WORK TO COMPLETE: Restate word for word the lines of the data below, from the first through the one that has "CHOSEN_WIDTH: Final = 2.4".

Records from a dataset
"""The curves themselves: thin and fast while something moves, finer when it rests."""

from collections.abc import Sequence
from dataclasses import dataclass, field
from itertools import pairwise
from typing import Any, Final

import numpy as np
import pyqtgraph as pg
from numpy.typing import NDArray
from PySide6.QtCore import QPointF, QRectF, Qt
from PySide6.QtGui import QColor, QPainter, QPen, QPolygonF

from app.panels.curves.frame import Frame, finite_runs
from app.panels.curves.layer import Layer
from stackcore.arrays import FloatArray

Mask = NDArray[np.bool_]

LIVE_WIDTH: Final = 1.0
FINE_WIDTH: Final = 1.6
CHOSEN_WIDTH: Final = 2.4
# A stroke wider than a pixel costs the raster engine time that grows faster than its length; short pieces keep
# it proportional. They overlap by a fraction of a pixel, so that no joint shows.
_PIECE: Final = 48
_JOIN: Final = 0.6
DOTTED: Final[tuple[float, ...]] = (1.6, 3.2)
"""Dots where a solid curve stands on a guess."""
DOTTED_DASHES: Final[tuple[float, ...]] = (1.6, 2.4, 1.6, 6.4)
"""The same of a dashed curve: dots in pairs, so that the line style still tells the polarization."""
_ONE_MORE_DOT: Final = (1.6, 2.4)
"""For each dot in the dashes of a circular or a tilted wave."""
_FEW_POINTS: Final = 40
_POINT: Final = 2.5
_BAND: Final = 0.22
_FAINTEST: Final = 0.012
_BAND_EDGE: Final = 0.35
_SIGN_APART: Final = 90.0
SIGNS: Final[tuple[tuple[tuple[float, float], ...], ...]] = (
    ((-4.0, 3.5), (4.0, 3.5), (0.0, -4.5)),
    ((-3.5, -3.5), (3.5, -3.5), (3.5, 3.5), (-3.5, 3.5)),
    ((0.0, -5.0), (4.0, 0.0), (0.0, 5.0), (-4.0, 0.0)),
    ((-4.0, -3.5), (4.0, -3.5), (0.0, 4.5)),
)
"""Triangle, square, diamond, triangle on its tip: corners in pixels about the point."""
# Points beyond which the finer drawing would take longer than a person waits without noticing.
_FINE_POINTS: Final = 60_000


@dataclass(frozen=True, slots=True, eq=False)
class DrawnCurve:
    """One curve as it is drawn.

    Parameters
    ----------
    positions
        Along the frequency axis, rising.
    values
        As many; not a number where the curve has a gap.
    colour
        ``#rrggbb``.
    dashes
        Dash pattern in pixels; empty for solid.
    chosen
        Drawn a little wider: the angle and polarization that the wall drawing shows.
    leap
        Neighbouring values that differ by more are not joined.
    held
        For each point, whether what it stands on is known there; None for everywhere. Elsewhere it is dotted.
    low, high
        Ends of a band that is filled behind the curve, not a number where there is none; None without one.
    sign
        Sign that is set on the curve again and again: of a stack that is not the one in hand. -1 for none.
    """

    positions: FloatArray
    values: FloatArray
    colour: str
    dashes: tuple[float, ...] = ()
    chosen: bool = False
    leap: float = np.inf
    held: Mask | None = None
    low: FloatArray | None = None
    high: FloatArray | None = None
    sign: int = -1
    runs: tuple[tuple[int, int], ...] = field(init=False)
    pieces: tuple[tuple[int, int, bool], ...] = field(init=False)

    def __post_init__(self) -> None:
        runs = finite_runs(self.values, self.leap)
        object.__setattr__(self, "runs", runs)
        pieces = [piece for run in runs for piece in held_pieces(*run, self.held)]
        object.__setattr__(self, "pieces", tuple(pieces))

    def pattern(self, held: bool) -> tuple[float, ...]:
        """Return the dash pattern where the curve stands on data, or where it does not."""
        if held:
            return self.dashes
        return DOTTED if not self.dashes else _ONE_MORE_DOT * (len(self.dashes) // 2 - 1) + DOTTED_DASHES


class CurveLayer(Layer):
    """Draws all curves in one go, in pixels."""

    def __init__(self, area: Any, height: float) -> None:
        super().__init__(area, height)
        self._curves: tuple[DrawnCurve, ...] = ()
        self._fine = False

    @property
    def curves(self) -> tuple[DrawnCurve, ...]:
        """What is drawn."""
        return self._curves

    @property
    def fine(self) -> bool:
        """Whether lines are drawn at their full width."""
        return self._fine

    def set_curves(self, curves: Sequence[DrawnCurve]) -> None:
        """Draw these curves from now on."""
        self._curves = tuple(curves)
        self.update()

    def set_fine(self, fine: bool) -> None:
        """Draw at full width and keep the picture, or thin and anew each time."""
        wanted = fine and sum(len(curve.values) for curve in self._curves) <= _FINE_POINTS
        if wanted == self._fine:
            return
        self._fine = wanted
        mode = self.CacheMode.DeviceCoordinateCache if wanted else self.CacheMode.NoCache
        self.setCacheMode(mode)
        self.update()

    def draw(self, painter: QPainter, frame: Frame) -> None:
        """Draw the visible part of each curve; the chosen one lies on top."""
        # Half a line's width of room, so that a curve along the edge is not cut lengthwise.
        painter.setClipRect(QRectF(-1.5, -1.5, frame.width + 3.0, frame.height + 3.0))
        banded = [curve for curve in self._curves if curve.low is not None]
        for curve in banded:
            _draw_band(painter, curve, frame, _BAND / len(banded))
        for curve in sorted(self._curves, key=lambda one: (one.sign < 0, one.chosen)):
            width = LIVE_WIDTH if not self._fine else CHOSEN_WIDTH if curve.chosen else FINE_WIDTH
            pen = QPen(QColor(curve.colour), width)
            # One device pixel, whatever the scale of the screen, is what the raster engine draws fastest.
            pen.setCosmetic(not self._fine)
            pen.setJoinStyle(Qt.PenJoinStyle.BevelJoin)
            for first, last, held in curve.pieces:
                first, last = _visible(curve.positions, first, last, frame)
                across = frame.across(curve.positions[first:last])
                down = frame.down(curve.values[first:last])
                if last - first > 1:
                    _draw_run(painter, QPen(pen), curve.pattern(held), across, down)
                if last - first == 1 or len(curve.values) <= _FEW_POINTS:
                    for x, y in zip(across.tolist(), down.tolist(), strict=True):
                        _draw_dot(painter, curve, QPointF(x, y))
                if curve.sign >= 0:
                    draw_signs(painter, curve.colour, curve.sign, across, down)


def held_pieces(first: int, last: int, held: Mask | None) -> tuple[tuple[int, int, bool], ...]:
    """Return the stretches ``(first, past last, held)`` of a run; neighbours share the point where they meet.

    A line between two points is drawn as known only when both ends are.

    Examples
    --------
    >>> held_pieces(0, 4, np.array([True, True, False, False]))
    ((0, 2, True), (1, 4, False))
    """
    if held is None or held[first:last].all():
        return ((first, last, True),)
    if last - first < 2:
        return ((first, last, bool(held[first])),)
    known = held[first : last - 1] & held[first + 1 : last]
    turns = [0, *(np.flatnonzero(known[1:] != known[:-1]) + 1).tolist(), len(known)]
    return tuple((first + a, first + b + 1, bool(known[a])) for a, b in pairwise(turns))


def _visible(positions: FloatArray, first: int, last: int, frame: Frame) -> tuple[int, int]:
    """Return the stretch of points that can be seen, with a neighbour on either side."""
    run = positions[first:last]
    begin = int(np.searchsorted(run, frame.left, side="right")) - 1
    end = int(np.searchsorted(run, frame.right, side="left")) + 1
    return first + max(begin, 0), first + min(end, last - first)


def _draw_run(
    painter: QPainter, pen: QPen, dashes: tuple[float, ...], across: FloatArray, down: FloatArray
) -> None:
    width = pen.widthF()
    if dashes:
        pen.setDashPattern([length / width for length in dashes])
    if width <= LIVE_WIDTH:
        painter.setPen(pen)
        painter.drawPolyline(polygon(across, down))
        return
    pen.setCapStyle(Qt.PenCapStyle.FlatCap)
    painter.setPen(pen)
    steps = np.hypot(np.diff(across), np.diff(down))
    lengths = np.concatenate(([0.0], np.cumsum(steps)))
    for begin in range(0, len(across) - 1, _PIECE):
        stop = begin + _PIECE + 1
        points = polygon(across[begin:stop], down[begin:stop])
        lead = 0.0
        if begin and steps[begin - 1] > 0:
            lead = min(_JOIN, float(steps[begin - 1]))
            back = lead / steps[begin - 1]
            points.prepend(
                QPointF(
                    across[begin] + (across[begin - 1] - across[begin]) * back,
                    down[begin] + (down[begin - 1] - down[begin]) * back,
                )
            )
        if dashes:
            pen.setDashOffset((float(lengths[begin]) - lead) / width)
            painter.setPen(pen)
        painter.drawPolyline(points)


def _draw_band(painter: QPainter, curve: DrawnCurve, frame: Frame, strength: float) -> None:
    """Fill the envelope of a curve, so pale that all of them over each other leave the curves readable."""
    if curve.low is None or curve.high is None:
        return
    fill, edge = QColor(curve.colour), QColor(curve.colour)
    fill.setAlphaF(max(strength, _FAINTEST))
    edge.setAlphaF(_BAND_EDGE)
    for begin, end in finite_runs(curve.low, curve.leap):
        first, last = _visible(curve.positions, begin, end, frame)
        if last - first < 2:
            continue
        across = frame.across(curve.positions[first:last])
        ends = [frame.down(values[first:last]) for values in (curve.low, curve.high)]
        painter.setPen(Qt.PenStyle.NoPen)
        painter.setBrush(fill)
        painter.drawPolygon(
            polygon(np.concatenate((across, across[::-1])), np.concatenate((ends[0], ends[1][::-1])))
        )
        painter.setBrush(Qt.BrushStyle.NoBrush)
        pen = QPen(edge, LIVE_WIDTH)
        pen.setCosmetic(True)
        painter.setPen(pen)
        for down in ends:
            painter.drawPolyline(polygon(across, down))


def draw_signs(painter: QPainter, colour: str, sign: int, across: FloatArray, down: FloatArray) -> None:
    """Set a sign on a line every so many pixels; different signs begin at different places.

    Parameters
    ----------
    sign
        Which one: it begins anew after the last of `SIGNS`.
    """
    lengths = np.concatenate(([0.0], np.cumsum(np.hypot(np.diff(across), np.diff(down)))))
    first = _SIGN_APART * (0.25 + 0.5 * (sign % 2))
    places = np.arange(first, max(float(lengths[-1]), first + 1.0), _SIGN_APART)
    painter.setPen(Qt.PenStyle.NoPen)
    painter.setBrush(QColor(colour))
    shape = SIGNS[sign % len(SIGNS)]
    for x, y in zip(np.interp(places, lengths, across), np.interp(places, lengths, down), strict=True):
        painter.drawPolygon(QPolygonF([QPointF(x + dx, y + dy) for dx, dy in shape]))
    painter.setBrush(Qt.BrushStyle.NoBrush)


def _draw_dot(painter: QPainter, curve: DrawnCurve, at: QPointF) -> None:
    """Draw a computed point, so that a few listed frequencies do not pass for a continuous sweep."""
    painter.setPen(Qt.PenStyle.NoPen)
    painter.setBrush(QColor(curve.colour))
    painter.drawEllipse(at, _POINT, _POINT)
    painter.setBrush(Qt.BrushStyle.NoBrush)


def polygon(across: FloatArray, down: FloatArray) -> QPolygonF:
    """Return points as Qt takes them, copied in one go."""
    points: QPolygonF = pg.functions.create_qpolygonf(len(across))
    memory = pg.functions.ndarray_from_qpolygonf(points)
    memory[:, 0] = across
    memory[:, 1] = down
    return points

ANSWER BELOW:
"""The curves themselves: thin and fast while something moves, finer when it rests."""

from collections.abc import Sequence
from dataclasses import dataclass, field
from itertools import pairwise
from typing import Any, Final

import numpy as np
import pyqtgraph as pg
from numpy.typing import NDArray
from PySide6.QtCore import QPointF, QRectF, Qt
from PySide6.QtGui import QColor, QPainter, QPen, QPolygonF

from app.panels.curves.frame import Frame, finite_runs
from app.panels.curves.layer import Layer
from stackcore.arrays import FloatArray

Mask = NDArray[np.bool_]

LIVE_WIDTH: Final = 1.0
FINE_WIDTH: Final = 1.6
CHOSEN_WIDTH: Final = 2.4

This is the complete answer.